Siaran Pers

Dua Inovasi KLHK Diuji Menuju Top 45 Inovasi Pelayanan Publik

3 Juli 2019, dibaca 1597 kali.

Nomor: SP. 239/HUMAS/PP/HMS.3/7/2019

Jakarta, Kementerian Lingkungan Hidup dan Kehutanan (KLHK), Rabu, 3 Juli 2019. PROPER (Program Penilaian Peringkat Kinerja Perusahaan dalam Pengelolaan Lingkungan) dan SIPONGI (Sistem Informasi Deteksi Dini Pengendalian Kebakaran Hutan dan Lahan Berbasis Web), dua inovasi pelayanan publik dari KLHK diuji oleh Kementerian Pendayagunaan Aparatur Negara dan Reformasi Birokrasi (KEMENPAN-RB) untuk masuk menjadi Top 45 Inovasi Pelayanan Publik.

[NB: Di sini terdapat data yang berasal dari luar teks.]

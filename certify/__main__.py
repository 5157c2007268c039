import sys

from certify.cli import main

sys.exit(main())
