class Workspace:
    """A copy of the repository (its committed tree when it is a git checkout, plus ``extra`` files from the
    working tree) in which one module at a time is mutated. Its runner forks: it imports ``PRELOADED`` once,
    and nothing of certify, so a process with threads must not use it."""

    def __init__(self, root: Path = ROOT, extra=()):
        self.directory = Path(tempfile.mkdtemp(prefix="certify-mutation-"))
        if (root / ".git").exists():
            archive = subprocess.run(["git", "-C", str(root), "archive", "HEAD"], check=True, capture_output=True)
            subprocess.run(["tar", "-x", "-C", str(self.directory)], input=archive.stdout, check=True)
        else:
            shutil.copytree(root, self.directory, dirs_exist_ok=True,
                            ignore=shutil.ignore_patterns(".git", "__pycache__", ".hypothesis", "*.egg-info"))
        for name in extra:
            shutil.copy2(root / name, self.directory / name)
        self.environment = dict(PYTHONPATH=str(self.directory), PYTHONDONTWRITEBYTECODE="1")
        for library in PRELOADED:
            __import__(library)

    def run(self, tests, timeout: float) -> str:
        """'passed', 'failed' or 'timeout' for the test files in this copy as it stands: pytest in a child
        forked from this process (about a second saved per mutant), which imports the verifier and the tests
        afresh, from the copy, which also comes first on the path of any process a test starts. The child
        runs one file after the other and stops at the first that fails, so that a mutant killed by the
        first file does not pay for collecting the others."""
        shutil.rmtree(self.directory / ".hypothesis", ignore_errors=True)
        present = [t for t in tests if (self.directory / t).exists()]
        record = self.directory / TIMEOUT_RECORD
        record.write_text("")
        child = os.fork()
        if child == 0:   # the child: never returns
            status = 3
            try:
                os.setsid()
                null = os.open(os.devnull, os.O_WRONLY)
                os.dup2(null, 1)
                os.dup2(null, 2)
                os.chdir(self.directory)
                os.environ.update(self.environment)
                sys.path[:0] = [str(self.directory), str(self.directory / "tests")]
                import pytest
                watch = _TestWatchdog(open(record, "w"))
                for name in present:
                    status = int(pytest.main(["-x", "-q", "-p", "no:cacheprovider", "--rootdir", str(self.directory),
                                              name], plugins=[watch]))
                    status = 0 if status == NO_TESTS_COLLECTED else status
                    if status:
                        break
            finally:
                os._exit(status)
        deadline = time.monotonic() + timeout
        while True:
            done, status = os.waitpid(child, os.WNOHANG)
            if done:
                code = os.waitstatus_to_exitcode(status)
                return "passed" if code == 0 else "timeout" if record.stat().st_size else "failed"
            if time.monotonic() > deadline:
                os.killpg(child, 9)
                os.waitpid(child, 0)
                return "timeout"
            time.sleep(0.02)

    def outcome(self, mutant: Mutant, timeout: float) -> str:
        """'killed', 'timeout', 'killed by new test' or 'survived' for one mutant (the module is restored
        afterwards): the module's tests run first, and only if they all pass the tests of SURVIVOR_TESTS, so
        that one run gives the figures before and after those tests; a timeout of either run is a timeout."""
        path = self.directory / VERIFIER / mutant.module
        original = path.read_text()
        try:
            path.write_text(mutant.apply(original))
            result = self.run(TESTS[mutant.module], timeout)
            if result == "passed" and any((self.directory / name).exists() for name in SURVIVOR_TESTS):
                result = {"failed": "new", "timeout": "timeout"}.get(self.run(survivor_tests(mutant.module), timeout),
                                                                     "passed")
        finally:
            path.write_text(original)
        return {"passed": "survived", "failed": "killed", "timeout": "timeout", "new": "killed by new test"}[result]

    def close(self) -> None:
        shutil.rmtree(self.directory, ignore_errors=True)


def baseline_seconds(workspace: Workspace, modules) -> float:
    """The unmutated run time of all the modules' test files together (which must pass: else no mutant
    can be judged); a bound on the time of any one module's tests."""
    start = time.perf_counter()
    if workspace.run(_files(*(TESTS[module] for module in modules)), timeout=3600) != "passed":
        raise RuntimeError("the tests fail without any mutant")
    return time.perf_counter() - start


def run(selected: list, workspace: Workspace, progress=None, timeout=None) -> list:
    """[(mutant, outcome, seconds)] with outcome killed / timeout / killed by new test / equivalent / survived. Each mutant has
    ``timeout`` seconds, or by default twice the unmutated run of all their tests plus 20."""
    reasons = equivalent_reasons()
    timeout = timeout or 2 * baseline_seconds(workspace, sorted({m.module for m in selected})) + 20
    results = []
    for mutant in selected:
        start = time.perf_counter()
        outcome = workspace.outcome(mutant, timeout)
        if outcome == "survived" and mutant.identifier in reasons:
            outcome = "equivalent"
        results.append((mutant, outcome, time.perf_counter() - start))
        if progress:
            progress(mutant, outcome, results[-1][2])
    return results


def quick(size: int, timeout: float) -> int:
    """The quick mode: the fixed sample of ``size`` mutants not shown equivalent, each given ``timeout``
    seconds; prints one line per mutant and returns the number of survivors. Meant to run in a process of
    its own, which forks a child per mutant (``tests/test_mutation_quick.py`` starts it)."""
    reasons = equivalent_reasons()
    extra = [name for name in SURVIVOR_TESTS if (ROOT / name).exists()]
    workspace = Workspace(extra=extra)
    try:
        sample = quick_sample([m for m in mutants(workspace.directory) if m.identifier not in reasons], size)
        results = run(sample, workspace, lambda m, outcome, seconds: print(f"{outcome}: {m.identifier} "
                                                                           f"({seconds:.1f} s)", flush=True),
                      timeout)
    finally:
        workspace.close()
    return sum(1 for _, outcome, _ in results if outcome == "survived")


if __name__ == "__main__":
    size, timeout = (int(sys.argv[1]), float(sys.argv[2])) if len(sys.argv) == 3 else (10, 60)
    sys.exit(1 if quick(size, timeout) else 0)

Keduanya diuji setelah sebelumnya masuk menjadi Top 99 Inovasi Pelayanan Publik dengan menyisihkan 1.872 proposal yang disubmit dalam Kompetisi Inovasi Pelayanan Publik (KIPP) tahun 2019.

Sekretaris Jenderal KLHK, Bambang Hendroyono dan Direktur Jenderal Pengendalian Pencemaran dan Kerusakan Lingkungan, Karliansyah mewakili KLHK melakukan sesi presentasi dan wawancara di depan enam juri yaitu JB Kristiadi, Nurjaman Muchtar, Eko Prasojo, Suryopratomo, Siti Zuhro, Neneng Goenandi.

"Tahun 2015 kita semua tahu ada Kebakaran Hutan dan Lahan (Karhutla) yang terbesar dari beberapa karhutla sebelumnya. Dari kejadian itu tentunya mengindikasikan bahwa kita tidak bisa bekerja secara manual, jadi harus dibangun sebuah sistim yang bisa menjamin pengendalian karhutla itu dan kita kenal dengan SIPONGI itu arahnya sebetulnya deteksi dini," ujar Bambang seusai menjelaskan kepada juri terkait SIPONGI pada presentasi dan wawancara Top 99 Inovasi Pelayanan Publik, Rabu (3/7/2019).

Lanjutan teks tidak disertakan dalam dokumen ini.